Ik hoor vandaag veel mensen, niet alleen economen, zeggen dat als de klimaattransitie achter de rug zal zijn, de prijzen weer redelijk, Poetin onmachtig, de inflatie onder controle en de index veilig zal zijn. Kortom, achter de verre einder wacht een kalme zee. Misschien, maar wat doen we hier en nu, op deze woelige zee? Van het verleden leren we alvast dat het verstandig is zich doelen op lange termijn te stellen, maar heel onverstandig om deze vast te klikken. Zij moeten elke dag worden herbekeken, bij het opstaan en het slapengaan. We moeten leren leven met voortschrijdend inzicht.
Terwijl vastgeklonken langetermijndoelen niet zelden het pad naar de hel plaveien, valt langetermijndenken uiteraard toe te juichen. Dat denken moet worden gedragen door de instellingen die politiek en beleid stutten, zoals centrale banken, denktanken, de ambtenarij, middenveldorganisaties, en bovenal politieke partijen. Zij zijn de bewakers van de lange termijn. Parlement en regering hebben in een democratie de volgende verkiezing als einder.
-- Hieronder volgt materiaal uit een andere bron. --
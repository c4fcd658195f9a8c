/* export_sheet.c: `twistfit export MODEL --as sheet|sheet-csv`: the
 * parameter sheet, for entering a calibration into a controller by hand.
 * Per joint the zero offset, per link the link parameters of
 * twf_links_compute (the numbers the report and the DH export use, so
 * that report, export and controller screen agree), the base frame in the
 * instrument frame (from a base pose file) and the targets in the flange
 * frame, as x y z and three Euler angles of a stated convention. Every
 * convention and sign is spelled out in words on the sheet itself: a
 * number typed into a controller under the wrong convention moves the arm
 * somewhere else, and the sheet may be all the person at the pendant has.
 * Numbers are rounded to 0.1 um and 1e-7 rad (cli_units_of), far below
 * what a calibration determines and within what a controller accepts. */
#include "config.h"
#include "export_sheet.h"

#include <math.h>
#include <stdlib.h>
#include <string.h>

typedef struct sheet_ctx {
  const twf_model *m;
  const char *source;
  twf_euler_convention eu;
  const char *base_path;   /* NULL: not given */
  twf_pose base_in_instrument;
  twf_links links;
  cli_units u;
} sheet_ctx;

typedef struct euler_words {
  const char *option;      /* rpy, zyx, zyz */
  const char *names[3];    /* the angles in the order printed */
  const char *formula;
  const char *words;
  const char *middle_range; /* of the middle angle, in degrees */
} euler_words;

static const euler_words euler_table[] = {
  { "rpy", { "roll", "pitch", "yaw" }, "R = Rz(yaw) Ry(pitch) Rx(roll)",
    "roll about the fixed x axis first, then pitch about the fixed y axis, then yaw\n"
    "  about the fixed z axis (the axes of the frame the pose is expressed in)",
    "pitch in [-90, 90] deg" },
  { "zyx", { "a", "b", "c" }, "R = Rz(a) Ry(b) Rx(c)",
    "intrinsic Z-Y'-X'': a about z, then b about the new y', then c about the\n"
    "  newest x'' (each turn about the axes the previous turns left)",
    "b in [-90, 90] deg" },
  { "zyz", { "a", "b", "c" }, "R = Rz(a) Ry(b) Rz(c)",
    "intrinsic Z-Y'-Z'': a about z, then b about the new y', then c about the\n"
    "  newest z'' (each turn about the axes the previous turns left)",
    "b in [0, 180] deg" },
};

int cli_sheet_parse_euler(const char *arg, twf_euler_convention *out)
{
  for (size_t k = 0; k < sizeof euler_table / sizeof euler_table[0]; k++) {
    if (strcmp(arg, euler_table[k].option) == 0) {
      *out = (twf_euler_convention)k;
      return 0;
    }
  }
  return cli_usage_error("export", "--euler takes rpy, zyx or zyz, not '%s'", arg);
}

static int is_angle(int v)
{
  return v == TWF_LINK_THETA || v == TWF_LINK_ALPHA || v == TWF_LINK_BETA;
}

/* A value in the sheet's unit at its fixed number of decimals, -0 and
 * rounding dust shown as 0. */
static const char *fixed(char *buf, size_t n, double si, double unit, int dec)
{
  snprintf(buf, n, "%.*f", dec, cli_clean(si / unit, 0.5 * pow(10.0, -dec)));
  return buf;
}

static const char *len_s(const sheet_ctx *x, char *buf, size_t n, double si)
{
  return fixed(buf, n, si, x->u.length_si, x->u.ldec);
}

static const char *ang_s(const sheet_ctx *x, char *buf, size_t n, double si)
{
  return fixed(buf, n, si, x->u.angle_si, x->u.adec);
}

/* Whether joint k's zero offset is its theta (revolute) or its d. */
static twf_link_value offset_value(const twf_joint *j)
{
  return j->type == TWF_JOINT_PRISMATIC ? TWF_LINK_D : TWF_LINK_THETA;
}

static void put_conventions(FILE *fp, const sheet_ctx *x)
{
  const euler_words *e = &euler_table[x->eu];
  fprintf(fp,
          "Conventions\n"
          "  Signs: every angle follows the right-hand rule: with the thumb of the right hand\n"
          "  along the axis, a positive angle turns the way the fingers curl (counter-clockwise\n"
          "  seen from the axis' tip looking back at the origin).\n"
          "  Link rows, standard DH with Hayati's beta: row k takes DH frame k-1 to frame k by\n"
          "  Rz(theta) Tz(d) Tx(a) Rx(alpha) Ry(beta), applied from the left in that order; the\n"
          "  flange pose is the product of rows 0 to n+1. A revolute joint's angle adds to theta\n"
          "  of its row, a prismatic joint's travel to d. Where consecutive axes are nearly\n"
          "  parallel the row has form beta (Hayati 1983): beta is the angle about the link's y\n"
          "  axis and there is no d (shown '-'); form dh rows have no beta.\n"
          "  Poses: 'F in G' is x y z, the origin of F in G's coordinates, and a rotation R whose\n"
          "  columns are F's axes in G's coordinates (a point p_F of F is R p_F + (x, y, z) in G).\n"
          "  Euler angles (--euler %s): %s:\n"
          "  %s.\n"
          "  Angles in %s; the first and last in [-180, 180] deg, %s. Near the\n"
          "  middle angle's limits (gimbal lock) only the sum or difference of the other two\n"
          "  matters; the last angle is then given as 0.\n",
          e->option, e->formula, e->words, x->u.angle, e->middle_range);
}

static void put_joints(FILE *fp, const sheet_ctx *x)
{
  const twf_model *m = x->m;
  char b[48];
  fprintf(fp,
          "\nJoint zero offsets: the DH theta (revolute) or d (prismatic) of the joint's row when\n"
          "the controller's joint value reads zero; %s and %s\n",
          x->u.angle, x->u.length);
  fprintf(fp, "  %-12s %-10s %18s  %s\n", "joint", "type", "zero offset", "note");
  for (size_t k = 0; k < m->n_joints; k++) {
    const twf_joint *j = &m->joints[k];
    const twf_link_row *row = &x->links.rows[k + 1];
    const twf_link_value v = offset_value(j);
    const double si = row->value[v];
    const char *note = row->why[v] == TWF_LINK_DETERMINED ? "" : twf_link_why_text(row->why[v]);
    fprintf(fp, "  %-12s %-10s %14s %-3s%s%s\n", j->name,
            j->type == TWF_JOINT_PRISMATIC ? "prismatic" : "revolute",
            v == TWF_LINK_D ? len_s(x, b, sizeof b, si) : ang_s(x, b, sizeof b, si),
            v == TWF_LINK_D ? x->u.length : x->u.angle, note[0] ? "  " : "", note);
  }
}

static void put_link_notes(FILE *fp, const twf_links *l)
{
  fprintf(fp, "  Values a calibration from point measurements does not determine (conventions of\n"
              "  the frames, not properties of the arm; enter them as shown):\n");
  for (size_t r = 0; r < l->n_rows; r++) {
    const twf_link_row *row = &l->rows[r];
    for (int why = TWF_LINK_BY_BASE; why <= TWF_LINK_PARALLEL_SLIDE; why++) {
      int first = 1;
      for (int v = 0; v < TWF_LINK_NVALUES; v++) {
        if ((int)row->why[v] != why)
          continue;
        if (first)
          fprintf(fp, "    row %zu: %s", r, twf_link_value_name((twf_link_value)v));
        else
          fprintf(fp, ", %s", twf_link_value_name((twf_link_value)v));
        first = 0;
      }
      if (!first)
        fprintf(fp, ": %s\n", twf_link_why_text((twf_link_why)why));
    }
  }
}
Zij treden buiten hun mandaat als zij die grens overschrijden en de stem van toekomstige kiezers trivialiseren. Daarom is een versnipperd politiek landschap een probleem. Kleine partijtjes zijn doorgaans te onzeker om de lange termijn voor ogen te houden en een standvastige koers te varen. Die onzekerheid maakt van hen veeleer literaire dan politieke verschijnselen. Het juiste woord wordt belangrijker dan een heldere kijk op de wereld en een juiste beslissing.